帕克把那个面呈土色、眼睛斜视的男子头像递到温西面前,他曾向他介绍过这幅画。
“把它放到画架上去。非常有趣。你瞧,其他的画都是对别人的作品的临摹,而这一幅——这一幅画的却是一个生活中的人。为什么呢?——画是很糟糕,但是一定对某个人有着特殊意义。看得出在这幅画上下了很大的功夫。那么,她为什么会做这么一件事呢?”
“呃,肯定不是因为这人是个美男子,我觉得。”
“不是么?——但是总得有个原因吧。你也许还记得,但丁有一次画了一个天使。你知道那首关于卡多姆的老人的五行幽默诗吗?”
“怎么说的?”
“他在房间里养了两头黑羊。他说:‘他们让我想起我的两位已故的朋友,但是我不记得是谁了。’”
“如果这幅画让你想起了你的朋友,我对你的朋友们可没什么兴趣。从来没见过那么丑的人。”
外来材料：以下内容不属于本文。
"""Psi, delta and the admittance locus against closed forms."""

import numpy as np
import pytest

import filmstack as fs

C = fs.constant


@pytest.mark.parametrize(("n", "k"), [(0.2, 3.0), (3.9, 0.02), (1.5, 0.0), (2.0, 1.0)])
def test_bare_surface(n, k):
    # Inverse of the two-phase model: eps = sin^2 (1 + tan^2 ((1 - rho) / (1 + rho))^2) with exp(+i omega t), n - ik
    # (Azzam and Bashara, Ellipsometry and Polarized Light, section 4.2).
    angle = np.array([40.0, 55.0, 75.0])
    found = fs.ellipsometry(fs.Stack(C(1.0), [], C(n, k)), 633.0, angle)
    theta = np.radians(angle)
    rho = np.tan(np.radians(found.psi_deg[:, 0])) * np.exp(1j * np.radians(found.delta_deg[:, 0]))
    eps = np.sin(theta) ** 2 * (1.0 + np.tan(theta) ** 2 * ((1.0 - rho) / (1.0 + rho)) ** 2)
    np.testing.assert_allclose(eps, complex(n, -k) ** 2, rtol=1e-10)
    if k > 0.0:
        assert np.all((found.delta_deg > 0.0) & (found.delta_deg < 180.0))


def test_normal_incidence_and_missing_amplitudes():
    # delta is 180 at normal incidence by the ellipsometrists' convention (Muller, Surf. Sci. 16, 14 (1969)).
    found = fs.ellipsometry(fs.Stack(C(1.0), [fs.Layer(C(2.3), 80.0)], C(0.2, 3.0)), 633.0, 0.0)
    assert found.psi_deg[0, 0] == pytest.approx(45.0, abs=1e-12)
    assert found.delta_deg[0, 0] == pytest.approx(180.0, abs=1e-12)
    nothing = fs.ellipsometry(fs.Stack(C(1.5), [], C(1.5)), 633.0, 40.0)
    assert np.isnan(nothing.psi_deg[0, 0])
    assert np.isnan(nothing.delta_deg[0, 0])
    with pytest.raises(fs.CoherenceError):
        fs.ellipsometry(fs.Stack(C(1.0), [fs.Plate(C(1.5), 1.0)], C(1.0)), 633.0)


def test_admittance_of_quarter_waves():
    # U3, closed form (Macleod): after HLH on 1.52 Y = nH^4 / (nL^2 ns), after HLHL nL^4 ns / nH^4.
    layers = [fs.Layer(C(n), 550.0 / (4.0 * n)) for n in (1.45, 2.35, 1.45, 2.35)]
    locus = fs.admittance_locus(fs.Stack(C(1.0), layers, C(1.52)), 550.0)
    ends = {film: locus.admittance[np.flatnonzero(locus.layer == film)[-1]] for film in range(4)}
    assert ends[1] == pytest.approx(2.35**4 / (1.45**2 * 1.52), rel=1e-12)
    assert ends[0] == pytest.approx(1.45**4 * 1.52 / 2.35**4, rel=1e-12)
    assert locus.admittance[0] == pytest.approx(1.52)
    assert locus.grown_nm[-1] == pytest.approx(sum(layer.thickness_nm for layer in layers))


def test_turning_point_monitoring_example():
    # U1: H, L exact, then H at 1.05 of a quarter wave: Y = n (Y0 + i n tan) / (n + i Y0 tan), Y0 = (nL / nH)^2 ns,
    # of the convention N = n - ik: 8.71234176577 - 2.5995242323i.
    quarter = [550.0 / (4.0 * n) for n in (2.35, 1.45)]
    layers = [fs.Layer(C(2.35), 1.05 * quarter[0]), fs.Layer(C(1.45), quarter[1]), fs.Layer(C(2.35), quarter[0])]
    locus = fs.admittance_locus(fs.Stack(C(1.0), layers, C(1.52)), 550.0)
    assert locus.admittance[-1] == pytest.approx(8.71234176577 - 2.5995242323j, rel=1e-10)


@pytest.mark.parametrize(("angle", "p"), [(0.0, "s"), (50.0, "s"), (50.0, "p")])
def test_locus_ends_where_the_reflectance_says(angle, p):
    # r = (y0 - Y) / (y0 + Y) with tilted admittances; a lossless film stays on a circle: R of any bilinear image.
    layers = [fs.Layer(C(2.3), 70.0), fs.Layer(C(0.06, 3.3), 20.0), fs.Layer(C(1.46), 90.0)]
    stack = fs.Stack(C(1.0), layers, C(1.52))
    locus = fs.admittance_locus(stack, 550.0, angle, polarization=p)
    y = locus.admittance[-1]
    r = getattr(fs.spectrum(stack, 550.0, angle), f"r_{p}")[0, 0]
    assert (locus.incident - y) / (locus.incident + y) == pytest.approx(r, abs=1e-13)
    circle = locus.admittance[locus.layer == 2]
    a, b, c = circle[0], circle[20], circle[50]
    w = (c - a) / (b - a)
    centre = (b - a) * (w - abs(w) ** 2) / (2j * w.imag) + a
    np.testing.assert_allclose(np.abs(circle - centre), abs(a - centre), rtol=1e-10)


def test_refusals():
    stack = fs.Stack(C(1.0), [], C(1.5))
    with pytest.raises(fs.ArgumentError, match=r"expected one wavelength and one angle, got \(2, 1\)"):
        fs.admittance_locus(stack, [500.0, 600.0])
    with pytest.raises(fs.ArgumentError, match="expected an angle below 90 deg"):
        fs.admittance_locus(stack, 500.0, 90.0)
    with pytest.raises(fs.ArgumentError, match="polarization: expected 's' or 'p'"):
        fs.admittance_locus(stack, 500.0, polarization="mean")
“他长得确实不怎么样。但是我觉得这只斜视的眼睛看着很阴险,十有八九是因为画得不好。对一个不会画画的人来说,很难把两只眼睛画成看着同一个方向。查尔斯,你把一只眼睛遮起来——不是你的眼睛,是画上的。”
帕克依言而行。温西又看了看,摇摇头。
“我一下子想不起来。”他说,“说不定我根本不认识他。但是,不管他是谁,这个房间总能告诉我们一些事情。”
“在我的印象里,”帕克说,“这姑娘对于犯罪和化学的事很有兴趣,大谈特谈,在现在这样的情况下似乎不应该表现出如此热情。”
温西看了他一眼。
“我希望我们的想法是一致的。”
“你怎么想?”帕克有点儿不耐烦地问。
“算啦。”温西说,“我今天早上跟你说过乔治的事,那只玻璃瓶子的存在是事实,而人们不应该隐瞒事实。但是我没有义务要告诉你我的想法。”
“这么说,你不认为是安·多兰谋杀了将军?”
“这我不知道,查尔斯。我想到这里来是希望通过观察这个房间,能得出和你一样的结论。但是我没有。我有一个不同的想法。这个房间证实了我一直以来的判断。”
“那你把你的想法透露一点儿给我吧。”帕克努力想用诙谐的语气将对话进行下去。
“我一个字都不能说。”温西惋惜地说。帕克一言不发地将油画都堆放了回去。